6. Be aware of urinary catheters, and use appropriate therapy for catheter-associated urinary tract infections (CAUTIs).
Physicians often are unaware when patients have urinary catheters, Dr. Gupta says, in part because they are frequently placed in the ED and documentation can be missing.
“It’s important to keep this on [hospitalists’] radar whenever they see a patient, so they can remember to remove these as soon as they can, when they’re no longer needed,” Dr. Gupta says, adding that timely removal can prevent an unnecessary risk of CAUTIs.
He also cautions that a third of antimicrobials used to treat CAUTIs are inappropriately aimed at treating asymptomatic bacteriuria, and hospitalists have to be sure that there truly is an infection.
7. A urine culture without a simultaneous urine analysis is practically worthless.
Once a catheter has been in for three or four days, most patients will have “all kinds of bacteria and fungus growing in their urine,” Dr. Allen says.
“A urinalysis lets you assess for the presence of pyuria or other signs of urinary tract inflammation,” he says. “That’s how you determine whether a germ growing in the urine is a colonizer or a true pathogen.”
8. Bactrim does not treat strep.
“If you have somebody that maybe has been in the hospital on vancomycin because they have cellulitis and are getting better and ready to go home, if you don’t know if that cellulitis is staph or strep, be careful about the agent that you choose to send them home on,” Dr. Chansolme says. “Make sure it has activity against Streptococcus.”
He frequently sees patients de-escalated to the wrong drug—trimethoprim/sulfamethoxazole (Bactrim).
“They’ll go home, and a couple days later they’ll be back because it was in fact a strep infection, not a staph infection,” he says. “If you’re not sure, it’s probably better to use something like doxycycline or clindamycin, or something along those lines, that will treat both.”
9. Be sure to take proper precautions when it comes to norovirus.
Winter is the time of year to be most concerned about norovirus outbreaks. It’s also important to realize it affects people of all ages, is especially common to closed or semi-closed communities (i.e. hospitals, long-term care facilities, cruise ships), and spreads very rapidly either by person-to-person transmission or contaminated food.
“It’s really important to understand that if a patient is suspected of having norovirus, that patient should be placed in contact precautions immediately, and preferably, when possible, in a single-occupancy room,” Dr.
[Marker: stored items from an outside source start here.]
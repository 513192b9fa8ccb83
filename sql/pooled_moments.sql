-- pooled_moments: count, sums and sums of products of the design columns over all used
-- rows (no grouping), and the period range.
-- inputs:  {{rows}}       design or differenced rows;
--          {{aggregates}} count(*) AS n, sum(z_j) AS s_j, sum(z_j * z_l) AS p_j_l;
--          {{valid}}      the predicate that keeps a row.
-- params:  those of {{rows}}.
-- output:  one row (with the count of distinct units).
SELECT {{aggregates}}
FROM {{rows}} AS r
WHERE {{valid}}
Gupta says. “If a healthcare provider becomes ill with sudden nausea, vomiting, or diarrhea, that’s consistent with possible norovirus. They should stay home for a minimum of 48 hours after symptom resolution before coming back to work.”
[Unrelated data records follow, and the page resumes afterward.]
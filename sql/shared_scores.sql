-- shared_scores: one scan giving the score meats of many models at their coefficients
-- (fit_many): HC1 sums, and per cluster set the sums of s_g s_g'. Rows are read once and
-- summed per cell (a unit, its cluster values and the row's pattern: which samples it is in,
-- as in shared_moments.sql): the union's sums and products, and for HC1 models the row sums
-- that need their residual. Each model's cell sums of x, u and x u follow linearly from the
-- union's (u = y - b'x - b_one), on the cells whose pattern covers its sample (NULL elsewhere).
-- Unit means come from the cells, and each cell's demeaned score follows exactly:
-- sum (x - xbar)(u - ubar) = Sxu - ubar Sx - xbar Su + n xbar ubar.
-- inputs:  {{rows}}          design or differenced rows over the union of the models' columns and
--                            cluster columns;
--          {{pattern}}       the items why and pat0, pat1, ... of each row (shared_moments.sql), and per
--                            HC1 model its residual ru_m and its square ruu_m;
--          {{pattern_keys}}  why, pat0, pat1, ...;
--          {{raw_sums}}      per cell: n_all, the union's sums s_j and products p_j_l, and per HC1
--                            model the sums with its residual (rsxxuu_m_i_l, ...);
--          {{cell_keys}}     k_unit and the cluster keys the grouping sets use;
--          {{cell_sums}}     per model: n_m, su_m, sx_m_i, sxu_m_i (and HC1 sums) per cell;
--          {{unit_sums}}     per demeaned model: the unit's nn_m, uu_m (its mean residual), xx_m_i (means);
--          {{scores}}        per model: the cell's score g_m_i, its HC1 part h_m_i_l, membership k_m;
--          {{grouping}}      GROUPING(keys) over the keys of the sets (0 when only HC1 is asked);
--          {{sets}}          the GROUPING SETS the models' clusters need (() for HC1);
--          {{group_sums}}    per model: sums of g_m_i and h_m_i_l, and its cells with rows AS n_m;
--          {{outer}}         per model: clusters with rows AS ng_m, sums of g_m_i g_m_l and of h_m_i_l.
--          {{materialized}}    AS MATERIALIZED (the cells computed once), or AS.
-- params:  $s_j shifts; $b{m}_j coefficients and $one{m} intercepts of each model.
-- output:  one row per grouping set (gid).
WITH flagged AS (SELECT *, {{pattern}} FROM ({{rows}}) AS r),
raw AS (SELECT {{cell_keys}}, {{pattern_keys}}, {{raw_sums}} FROM flagged GROUP BY {{cell_keys}}, {{pattern_keys}}),
cells {{materialized}} (SELECT {{cell_keys}}, {{cell_sums}} FROM raw),
units AS (SELECT k_unit AS unit_key{{unit_sums}} FROM cells GROUP BY k_unit),
scores AS (SELECT {{cell_keys}}, {{scores}} FROM cells JOIN units ON cells.k_unit IS NOT DISTINCT FROM units.unit_key),
per_group AS (SELECT {{grouping}} AS gid, {{group_sums}} FROM scores GROUP BY {{sets}})
SELECT gid, {{outer}}
FROM per_group
GROUP BY gid
ORDER BY gid
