-- serial_pass: the sums of the serial-correlation test (hypotheses.py): per row the
-- differenced residual e (at t) and its lag l (at t-1, the unit's previous period), then
-- per unit n, sums of l, l*l, e, l*e, e*e, then over units those sums and their products
-- (the unit-clustered meat of the regression of e on (1, l) for any coefficients).
-- inputs:  {{used}}     used differenced rows: differences at t and at t-1 of every design
--                       column (sqlbuild.serial_pass_sql names them);
--          {{joins}}    nothing, or LEFT JOINs of the period values pe0, pe1, pe2 (periods t,
--                       t - step, t - 2 step) to the period term h of the residuals;
--          {{current}}  e per row; {{previous}} l per row;
--          {{per_unit}} the unit's sums; {{outer}} the sums over units and their products.
-- params:  $s_j, $d_j (through {{used}}), $b_j coefficients, $b_one, period values $t_i, $g_i.
-- output:  one row.
WITH used AS ({{used}}),
pairs AS (SELECT r.k_unit, {{current}} AS e, {{previous}} AS l FROM used AS r {{joins}}),
per_unit AS (SELECT {{per_unit}} FROM pairs GROUP BY k_unit)
SELECT count(*) AS n_groups, {{outer}}
FROM per_unit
And because norovirus is so contagious, quick action has to be taken if such an outbreak is suspected.
“If there’s any concern at all in your facility,” he says, “get in touch with an infection prevention committee to make sue all appropriate measures are taken.”
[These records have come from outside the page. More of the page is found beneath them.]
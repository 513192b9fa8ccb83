-- effect_rows: the sample's rows with each effect's and cluster set's level as a compact
-- integer index, for the sweeps of bigpanel/sweeps.py (streamed on one thread, so the row
-- order is the same on every run).
-- inputs:  {{rows}}    the design rows (a subquery), inlined where it is read;
--          {{valid}}   the predicate of the used rows (finite columns, every effect's keys);
--          {{levels}}  per effect or cluster set: , l_<name> AS (the distinct keys over the
--                      design rows, numbered from 0 in sort order as effect_levels.sql);
--          {{columns}} l_i<e>.i AS i<e> per effect, l_g<c>.i AS g<c> per cluster set, the
--                      design columns z<j>, and the kept keys (k_unit, k_period) when asked for;
--          {{joins}}   JOIN l_<name> ON the key columns (IS NOT DISTINCT FROM for clusters: a
--                      missing cluster value is a cluster of its own, as in cluster_scores.sql).
-- params:  those of {{rows}} ($s_j, $d_j).
-- output:  one row per used row.
WITH design AS NOT MATERIALIZED ({{rows}}){{levels}}
SELECT {{columns}}
FROM (SELECT * FROM design WHERE {{valid}}) AS used{{joins}}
10. Never swab a decubitus ulcer unless that ulcer is clearly infected.
Dr. Allen says it’s important to know that it doesn’t make sense to culture an ulcer that doesn’t have any signs of infection, such as pus or redness—although he sees it happen routinely.
“Just because a patient has a bedsore doesn’t mean it’s infected,” Dr. Allen says. “Usually, they’re not infected. But they’re going to have a dozen different germs growing in them.”
Culturing and treatment without signs of infection, he says, often leads to “inappropriate antibiotic use and probably increased length of stay.”